So then, naturally, if $\mathbf{A}$ is an $m,n$ matrix with entries $a_{ij}$ and $\mathbf{u} \in \mathcal{C}^{n}$, $\mathbf{A}\mathbf{u} \in \mathcal{C}^{m}$, we have:

$(\mathbf{A}\mathbf{u})_{i} = \sum_{j=1}^{n} a_{ij} u_{j}, i=1 \ldots m$

So I always see something similar to the following statement:

The entries $k(x,y)$ are analogous to the entries $a_{ij}$ of matrix $\mathbf{A}$ and the values $Lf(x)$ are analogous to the entries $(\mathbf{A}\mathbf{u})_{i}$

I have never seen any example or more detail regarding this statement. Can somebody make this a bit clearer?


Here is my thought, the $x$ defines the 'row', while the $y$ defines the column.

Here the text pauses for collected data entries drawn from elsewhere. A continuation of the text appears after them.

"""A self-contained HTML report of a campaign (or of one candidate).

The report is one file: figures are embedded as base64 PNG (or SVG) images,
the style sheet is inline, there is no script and nothing is loaded from the
network (a Content-Security-Policy in the page forbids it). Every string that
comes from the user or from a file — candidate names, run labels, paths,
messages — is escaped.

Input is plain data, filled by whoever ran the analysis (``diffkit campaign``,
``diffkit arrhenius``, a notebook)::

    report = CampaignReport(
        title="Screening of lithium thiophosphates",
        candidates=[CandidateSection(
            name="candidate A", summary=candidate_summary,
            runs=[RunSection(label="600 K", temperature_K=600, msd=curve,
                             diffusion=estimate, hops=hop_summary,
                             assessment=assessment, provenance=traj.provenance)])])
    write_report("report.html", report)

Results may be the result objects or their ``to_dict()`` forms. Nothing here
computes physics: numbers are formatted, figures drawn by
:mod:`diffkit.report.plots`. A run's standard figures can also be drawn ahead
of time, elsewhere (:func:`render_run_images`; campaigns do it in the worker
that analysed the run) and handed in as ``RunSection(images=...)``; so can a
candidate's Arrhenius plot (:func:`render_candidate_images`,
``CandidateSection(images=...)``): the page is then the same, without drawing
them again.
"""

from __future__ import annotations

import base64
import html
import math
import re
from collections.abc import Mapping
from dataclasses import dataclass, field
from datetime import datetime, timezone

from ..errors import UsageError
from ..io.atomic import atomic_write
from ..units import MS_PER_S
from . import plots

__all__ = ["RunSection", "CandidateSection", "CampaignReport", "render_report", "write_report",
           "render_run_images", "render_candidate_images", "REPORT_CAUTIONS"]

#: The plain-words cautions every report states in its summary.
REPORT_CAUTIONS = (
    "Computed values are screening estimates; they defer to measurement.",
    "Extrapolation to the target temperature assumes one conduction mechanism and no phase "
    "change between the simulated temperatures and the target.",
    "Making and handling candidate materials (many are air- or moisture-sensitive, some "
    "release toxic gases) follows local safety rules and licensed practice.",
)
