def _nearest_distinct(points, cell, min_dist):
    """Distance from each point to its nearest other point farther than ``min_dist`` (min image)."""
    p = np.asarray(points, float)
    if len(p) > 2000:
        p = p[np.linspace(0, len(p) - 1, 2000).astype(int)]
    n = len(p)
    if n < 2:
        return np.zeros(0)
    inv = np.linalg.inv(cell)
    frac = p @ inv
    out = np.full(n, np.inf)
    for s in range(0, n, 256):
        d = frac[None, :, :] - frac[s:s + 256, None, :]
        d -= np.round(d)
        r = np.linalg.norm(d @ cell, axis=-1)
        r[r <= min_dist] = np.inf
        out[s:s + 256] = r.min(axis=1)
    return out[np.isfinite(out)]


# =========================================================================== sites
def _find_sites(points_frac, cell, sigma, merge_A):
    """Peaks of the periodic density of wrapped fractional points.

    Returns
    -------
    frac : (n_sites, 3) float
        Fractional site centres in [0, 1).
    weight : (n_sites,) float
        Share of the points in the box around each site (sums to ≤ 1).
    """
    heights = cell_heights(cell)
    h = float(np.clip(sigma / 2.0, 0.05, 0.25))
    nb = np.maximum(8, np.ceil(heights / h)).astype(int)
    while np.prod(nb.astype(float)) > _DENSITY_MAX_BINS:
        nb = np.maximum(8, (nb * 0.8).astype(int))
    f = points_frac - np.floor(points_frac)
    ijk = np.minimum((f * nb).astype(np.int64), nb - 1)
    flat = np.ravel_multi_index((ijk[:, 0], ijk[:, 1], ijk[:, 2]), tuple(nb))
    counts = np.bincount(flat, minlength=int(np.prod(nb))).reshape(tuple(nb)).astype(float)
    bin_A = heights / nb
    dens = _ndi.gaussian_filter(counts, np.maximum(0.5, 0.5 * max(sigma, 0.05) / bin_A),
                                mode="wrap")
    half = np.maximum(1, np.round(0.5 * merge_A / bin_A)).astype(int)
    peak = dens == _ndi.maximum_filter(dens, size=tuple(2 * half + 1), mode="wrap")
    peak &= dens > 1e-3 * dens.max()
    idx = np.argwhere(peak)
    if len(idx) == 0:
        return np.zeros((0, 3)), np.zeros(0)
    strength = dens[tuple(idx.T)]
    # centroid of the counts in a periodic box of ±2.5 σ (at most ±0.4 × the merge
    # distance) around each peak, twice (the second box centred on the first centroid)
    r = np.maximum(1, np.round(min(2.5 * max(sigma, 0.05), 0.4 * merge_A) / bin_A)).astype(int)
    offs = np.stack(np.meshgrid(*[np.arange(-r[j], r[j] + 1) for j in range(3)],
                                indexing="ij"), axis=-1).reshape(-1, 3)
    frac = (idx + 0.5) / nb
    for _ in range(2):
        at = np.floor(frac * nb).astype(np.int64)
        cells_ = at[:, None, :] + offs[None, :, :]
        around = cells_ % nb
        wts = counts[around[..., 0], around[..., 1], around[..., 2]]
        tot = wts.sum(axis=1)
        mean = (wts[..., None] * ((cells_ + 0.5) / nb)).sum(axis=1)
        mean /= np.maximum(tot, 1e-300)[:, None]
        frac = np.where((tot > 0)[:, None], mean, frac)
    weight = tot / max(len(points_frac), 1)
    # merge peaks closer than merge_A, strongest first
    order = np.argsort(-strength)
    frac = frac[order] % 1.0
    weight = weight[order]
    shifts = np.array([(i, j, k) for i in (-1, 0, 1) for j in (-1, 0, 1) for k in (-1, 0, 1)])
    imgs = (frac[None, :, :] + shifts[:, None, :]).reshape(-1, 3) @ cell
    neighbours = _spatial.cKDTree(imgs).query_ball_point(frac @ cell, r=merge_A)
    gone = np.zeros(len(frac), dtype=bool)
    keep = []
    for j in range(len(frac)):
        if gone[j]:
            continue
        keep.append(j)
        nb_ = np.asarray(neighbours[j], dtype=np.int64) % len(frac)
        gone[nb_[nb_ > j]] = True
    return frac[keep], weight[keep]


class _SiteLocator:
    """Which site's core (if any) holds a position; minimum image in the mean cell.

    Cores do not overlap (radius ≤ 0.45 × the nearest site distance), so at
    most one site qualifies. Positions are binned on a coarse fractional grid;
    each bin lists the sites whose core reaches into it, and only those are
    measured.
    """

    def __init__(self, frac_sites, cell, core):
        self.cell = np.asarray(cell, float)
        self.inv = np.linalg.inv(self.cell)
        self.frac = np.asarray(frac_sites, float) % 1.0
        self.n = len(self.frac)
        self.cart = self.frac @ self.cell
        self.core = float(core)
        heights = cell_heights(self.cell)
        self.nb = np.maximum(1, np.floor(heights / max(self.core, 0.25))).astype(int)
        grid = np.stack(np.meshgrid(*[np.arange(m) for m in self.nb], indexing="ij"),
                        axis=-1).reshape(-1, 3)
        centres = ((grid + 0.5) / self.nb) @ self.cell
        edges = self.cell / self.nb[:, None]
        corners = np.array([[i, j, k] for i in (-1, 1) for j in (-1, 1) for k in (-1, 1)])
        half_diag = 0.5 * float(np.max(np.linalg.norm(corners @ edges, axis=1)))
        shifts = np.array([(i, j, k) for i in (-1, 0, 1) for j in (-1, 0, 1) for k in (-1, 0, 1)])
        imgs = (self.frac[None, :, :] + shifts[:, None, :]).reshape(-1, 3) @ self.cell
        tree = _spatial.cKDTree(imgs)
        k = min(8, len(imgs))
        _, near = tree.query(centres, k=k, distance_upper_bound=self.core + half_diag + 1e-9)
        near = np.asarray(near).reshape(len(centres), k)
        cand = np.where(near < len(imgs), near % self.n, -1)
        used = np.flatnonzero((cand >= 0).any(axis=0))
        self.cand = cand[:, :max(1, used.max() + 1 if len(used) else 1)]

    def core_site(self, pos, inv_cells=None, chunk=200_000):
        """Site whose core holds each position, or -1.

        Parameters
        ----------
        pos : (n, k, 3) float, Å
        inv_cells : (n, 3, 3) float, optional
            Per-frame inverse cells (variable cell); else the mean cell is used.

        Returns
        -------
        (n, k) int
        """
        shape = pos.shape[:-1]
        if inv_cells is None:
            frac = pos.reshape(-1, 3) @ self.inv
        else:
            frac = np.einsum("tka,tab->tkb", pos, inv_cells).reshape(-1, 3)
        frac -= np.floor(frac)
        out = np.full(len(frac), -1, dtype=np.int64)
        core2 = self.core * self.core
        for s in range(0, len(frac), chunk):
            f = frac[s:s + chunk]
            ijk = np.minimum((f * self.nb).astype(np.int64), self.nb - 1)
            b = np.ravel_multi_index((ijk[:, 0], ijk[:, 1], ijk[:, 2]), tuple(self.nb))
            c = self.cand[b]                                         # (m, width)
            d = self.frac[np.maximum(c, 0)] - f[:, None, :]
            d -= np.round(d)
            d = d @ self.cell
            r2 = np.einsum("mci,mci->mc", d, d)
            r2[c < 0] = np.inf
            j = np.argmin(r2, axis=1)
            rows = np.arange(len(f))
            hit = r2[rows, j] <= core2
            out[s:s + chunk] = np.where(hit, c[rows, j], -1)
        return out.reshape(shape)

    def min_image(self, vec):
        """Minimum-image version of Cartesian vectors (..., 3) in the mean cell."""
        f = vec @ self.inv
        f -= np.round(f)
        return f @ self.cell


def _site_changes(label, decisive, settle):
    """Clean one ion's site labels into hops.

    Parameters
    ----------
    label : (n,) int
        Nearest site per frame.
    decisive : (n,) bool
        True where the position is inside that site's core.
    settle : int
        Visits with fewer decisive frames are dropped (the ion is taken to have
        stayed where it was).

    Returns
    -------
    frames, from_site, to_site : (n_hops,) int
        First decisive frame at the new site, and the sites.
    first_site : int
        Site at the start (-1 if the ion never entered a core).
    """
    fr = np.flatnonzero(decisive)
    if len(fr) == 0:
        return np.zeros(0, int), np.zeros(0, int), np.zeros(0, int), -1
    lab = label[fr]
    if settle > 1:
        brk = np.flatnonzero(lab[1:] != lab[:-1]) + 1
        starts = np.concatenate([[0], brk])
        lengths = np.diff(np.concatenate([starts, [len(lab)]]))
        valid_run = lengths >= settle
        if not valid_run.any():
            valid_run[np.argmax(lengths)] = True
        valid = np.repeat(valid_run, lengths)
        src = np.where(valid, np.arange(len(lab)), -1)
        src = np.maximum.accumulate(src)
        src[src < 0] = int(np.argmax(valid))
        lab = lab[src]
    brk = np.flatnonzero(lab[1:] != lab[:-1]) + 1
    return fr[brk], lab[brk - 1], lab[brk], int(lab[0])
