def write_run(run, folder, *, fmt="xdatcar", name=None, compress=True, steps_per_frame=10):
    """Write a synthetic run's trajectory to a file, with a run card beside it.

    Parameters
    ----------
    run : SyntheticRun
    folder : str or path-like
        Created if missing.
    fmt : {"xdatcar", "lammpsdump", "extxyz"}
    name : str, optional
        File name without extension; default ``<species>_<T>K_<lattice>``.
    compress : bool
        gzip the trajectory file (``.gz`` appended).
    steps_per_frame : int
        LAMMPS dump only: MD steps between saved frames; the run card then gives
        ``md_timestep`` = frame interval / steps_per_frame.

    Returns
    -------
    str
        Path of the trajectory file; its run card is ``<path>.runcard.toml``
        (frame interval, temperature, mobile species; for LAMMPS also the MD
        time step, the unit style and the type map).

    Raises
    ------
    UsageError
        For XDATCAR (wrapped coordinates only) when an atom moves more between
        two frames than the readers can unwrap (see :mod:`diffkit.unwrap`).
        LAMMPS dumps and extended XYZ keep the unwrapped coordinates.
    """
    from .io import write as writers
    from .io.runcard import write_runcard

    if fmt not in _WRITE_FORMATS:
        raise UsageError(f"unknown format {fmt!r} for write_run; choose one of "
                         f"{', '.join(_WRITE_FORMATS)}")
    if not isinstance(run, SyntheticRun):
        raise UsageError(f"write_run needs a SyntheticRun, got {type(run).__name__}")
    steps_per_frame = _check_int("steps_per_frame", steps_per_frame, 1)
    traj, truth = run.trajectory, run.truth
    if name is None:
        T = "" if traj.temperature_K is None else f"_{traj.temperature_K:g}K"
        name = f"{truth.mobile_species}{T}_{truth.lattice or truth.model}"
    os.makedirs(folder, exist_ok=True)
    path = os.path.join(os.fspath(folder), name + _WRITE_FORMATS[fmt] + (".gz" if compress else ""))
    species = list(traj.species)
    cells = np.asarray(traj.cells)
    positions = traj.positions
    dt = traj.frame_interval_ps
    if fmt == "xdatcar":  # wrapped coordinates only: the reader must be able to unwrap them
        from .unwrap import DEFAULT_MAX_STEP_FRACTION, cell_heights

        limit = DEFAULT_MAX_STEP_FRACTION * float(np.min(cell_heights(cells)))
        worst, where = 0.0, (0, 0)
        for idx, block in traj.iter_atom_blocks():
            step = np.sqrt(np.sum(np.diff(block, axis=0) ** 2, axis=2))
            if step.size and step.max() > worst:
                f, i = np.unravel_index(np.argmax(step), step.shape)
                worst, where = float(step[f, i]), (int(f) + 1, int(idx[i]))
        if worst > limit:
            raise UsageError(
                f"cannot write this run as XDATCAR: atom {where[1]} moves {worst:.3g} Å between "
                f"frames {where[0] - 1} and {where[0]}, more than {DEFAULT_MAX_STEP_FRACTION:g} "
                f"of the smallest box height ({limit:.3g} Å), so the wrapped file could not be "
                "unwrapped; write lammpsdump or extxyz (unwrapped coordinates), save frames "
                "more often, or use a larger box")
    card = {"frame_interval": _quantity(dt, "ps"), "mobile": [truth.mobile_species]}
    if traj.temperature_K is not None:
        card["temperature"] = _quantity(traj.temperature_K, "K")
    if fmt == "xdatcar":
        writers.write_xdatcar(path, species, cells, positions)
    elif fmt == "extxyz":
        writers.write_extxyz(path, species, cells, positions, times_ps=traj.times_ps,
                             unwrapped=True)
    else:
        steps = np.arange(traj.n_frames, dtype=np.int64) * steps_per_frame
        writers.write_lammps_dump(path, species, cells, positions, steps=steps, kind="unwrapped")
        symbols = list(traj.symbols)
        card.pop("frame_interval")
        card.update(md_timestep=_quantity(dt / steps_per_frame, "ps"), lammps_units="metal",
                    type_map={i + 1: s for i, s in enumerate(symbols)})
    write_runcard(path + ".runcard.toml", **card)
    return path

So then if we wanted to, we could define a sequence $\{x_{0}, x_{1}, \ldots\}$ to then 'sample' the output of the operator integral $L$. For instance, if $L$ mapped $f$ to a certain region $P$, we would want to define our sequence to exist only in this region $P$ in order to save computation. If in this region, the functions $Lf$ had significant norm/power only in a subspace or section of this region $P_{k}$, we could 'sample' this subspace only -- ie $\{x_{0}, x_{1}, \ldots\} \in P_{k}$ and still get a 'reasonable' approximation to the resulting function/signal $Lf$.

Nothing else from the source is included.